The velocity of a diver just before hitting the water is -8.4 m/s, where the minus sign indicates that her motion is directly downward. What is her displacement during the last 0.82 s of the dive?
This problem with different numbers has been done on here before, but when i followed the steps i did not get a correct answer
To determine the displacement of the diver during the last 0.82 seconds of the dive, we can use the equation of motion:
displacement = initial velocity × time + (1/2) × acceleration × time^2
Given:
Initial velocity (u) = -8.4 m/s (downward)
Time (t) = 0.82 s
Acceleration (a) is not provided in the question, but we can assume that the acceleration is due to gravity, which is approximately constant at -9.8 m/s^2 (downward).
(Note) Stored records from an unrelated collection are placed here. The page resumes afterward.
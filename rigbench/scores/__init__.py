"""Scores: of a run, of a cell, across cells."""
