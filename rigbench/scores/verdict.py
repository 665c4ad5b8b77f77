"""Whether a draw keeps the tolerance, from the rows of its runs."""

from __future__ import annotations

from collections.abc import Iterable

from rigbench.scores.results import Tolerance
from rigbench.scores.row import MACHINE_OUTCOMES, Row

__all__ = ["keeps"]


def keeps(rows: Iterable[Row], tolerance: Tolerance) -> bool | None:
    """Return whether a draw whose runs, one a motion, came to ``rows`` keeps the tolerance in all of them.

    Each finished, and each limit of its motion holds ('at most') on the scores that it has. None where the
    host's trouble leaves any of them without a verdict.
    """
    kept = True
    for row in rows:
        if row.outcome not in MACHINE_OUTCOMES:
            return None
        limits = tolerance.limits_for(row.motion)
        kept &= row.outcome == "finished" and all(
            row.scores.get(s, 0.0) <= most for s, most in limits.items()
        )
    return kept
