def _line(draw: st.DrawFn, text: str) -> tuple[list[str], int]:
    lines = text.splitlines(keepends=True) or ["\n"]
    return lines, draw(st.integers(0, len(lines) - 1))


def line_deleted(draw: st.DrawFn, text: str) -> str:
    lines, at = _line(draw, text)
    return "".join(lines[:at] + lines[at + 1 :])


def line_doubled(draw: st.DrawFn, text: str) -> str:
    lines, at = _line(draw, text)
    return "".join([*lines[: at + 1], *lines[at:]])


def lines_swapped(draw: st.DrawFn, text: str) -> str:
    lines, at = _line(draw, text)
    other = draw(st.integers(0, len(lines) - 1))
    lines[at], lines[other] = lines[other], lines[at]
    return "".join(lines)


def number_swapped(draw: st.DrawFn, text: str) -> str:
    found = list(NUMBER.finditer(text))
    if not found:
        return text
    match = draw(st.sampled_from(found))
    return text[: match.start()] + draw(st.sampled_from(OTHERS)) + text[match.end() :]


def word_swapped(draw: st.DrawFn, text: str) -> str:
    found = list(WORD.finditer(text))
    if not found:
        return text
    one, other = draw(st.sampled_from(found)), draw(st.sampled_from(found))
    put = draw(st.sampled_from((other.group(), "on", "5", one.group()[:-1], one.group() * 2)))
    return text[: one.start()] + put + text[one.end() :]


def character_put_in(draw: st.DrawFn, text: str) -> str:
    at = draw(st.integers(0, len(text)))
    return text[:at] + draw(st.sampled_from(ODD)) + text[at:]


def character_lost(draw: st.DrawFn, text: str) -> str:
    at = draw(st.integers(0, len(text)))
    return text[:at] + text[at + 1 :]


def truncated(draw: st.DrawFn, text: str) -> str:
    return text[: draw(st.integers(0, len(text)))]


def indented(draw: st.DrawFn, text: str) -> str:
    lines, at = _line(draw, text)
    lines[at] = draw(st.sampled_from(("  ", " ", ""))) + lines[at].removeprefix(" ")
    return "".join(lines)


MISHAPS = (
    line_deleted, line_doubled, lines_swapped, number_swapped, number_swapped, word_swapped, character_put_in,
    character_lost, truncated, indented,
)  # fmt: skip
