"""Every pair of laws on the same draws, at each level of all sources together."""

from __future__ import annotations

from collections.abc import Iterator, Mapping, Sequence
from itertools import combinations
from math import inf

import numpy as np

from rigbench.arm.arm import Floats
from rigbench.scores.cell import CountedDraws
from rigbench.scores.comparison import Comparison, compare_by_difference
from rigbench.scores.gather import CellKey, Frame
from rigbench.scores.intervals import MEDIAN, quantiles
from rigbench.scores.levels import ladder
from rigbench.scores.pairs import paired_difference
from rigbench.scores.results import Column, LawComparison

__all__ = ["compare_laws"]


def compare_laws(
    frame: Frame, count: Mapping[CellKey, CountedDraws], score: str, place: int
) -> Iterator[LawComparison]:
    """Yield how each pair of laws compares under each condition of the ladder, sheet by sheet.

    ``place`` is the column of ``score`` among the draws' scores. The differences are those of
    :func:`compare_by_difference` on the draws that count for both laws; pairs without such a draw are left
    out.
    """
    for sheet in frame.sheets:
        for column in ladder(frame.columns):
            keys = {law: (sheet, law, column.name) for law in frame.laws}
            cells = {law: count[key] for law, key in keys.items() if key in count and len(count[key].draws)}
            for laws, found in _differences(cells, place, column):
                yield LawComparison(sheet, column.name, column.level or 0.0, laws, score, found)


def _differences(
    cells: Mapping[str, CountedDraws], place: int, column: Column
) -> Iterator[tuple[tuple[str, str], Comparison]]:
    pairs = list(combinations(cells, 2))
    if not column.random:
        for one, other in pairs:
            mine, theirs = (cells[law].worst[:1, place] for law in (one, other))
            found = compare_by_difference(mine, theirs, random=False)
            if found is not None:
                yield (one, other), found
        return
    if not pairs:
        return
    table = _by_draw(list(cells.values()), place)
    column_of = {law: k for k, law in enumerate(cells)}
    for one in cells:
        # All pairs of one law at once, and no more: with 20 laws all would be 190 columns of every draw.
        own = [pair for pair in pairs if pair[0] == one]
        mine, theirs = table[:, [column_of[one]]], table[:, [column_of[other] for _, other in own]]
        absent = np.isnan(mine) | np.isnan(theirs)
        gaps = np.where(absent, np.nan, paired_difference(mine, theirs)) if own else np.empty((0, 0))
        draws = np.sum(~absent, axis=0).tolist()
        for pair, n, (value, low, high) in zip(
            own, draws, quantiles(gaps, (MEDIAN,), -inf).tolist(), strict=True
        ):
            if n:
                yield pair, Comparison(value, low, high, n, low <= 0.0 <= high)


def _by_draw(cells: Sequence[CountedDraws], place: int) -> Floats:
    """Return the score of each cell on every draw that any of them has, (D, cells); NaN where it has none."""
    draws = np.unique(np.concatenate([cell.draws for cell in cells]))
    table = np.full((len(draws), len(cells)), np.nan)
    for k, cell in enumerate(cells):
        table[np.searchsorted(draws, cell.draws), k] = cell.worst[:, place]
    return table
Since the motion is directly downward, we can take acceleration as negative.
Now, let's plug in the values into the equation:
displacement = -8.4 m/s × 0.82 s + (1/2)(-9.8 m/s^2)(0.82 s)^2
Calculating further:
displacement = -6.888 m + (1/2) × -9.8 m/s^2 × (0.6724 s^2)
displacement = -6.888 m - 3.308 m
displacement = -10.196 m
The displacement of the diver during the last 0.82 seconds of the dive is approximately -10.2 m (downward).
If you didn't get the correct answer when following the steps, please double-check the calculations and ensure that you have used the correct values for the initial velocity, time, and acceleration.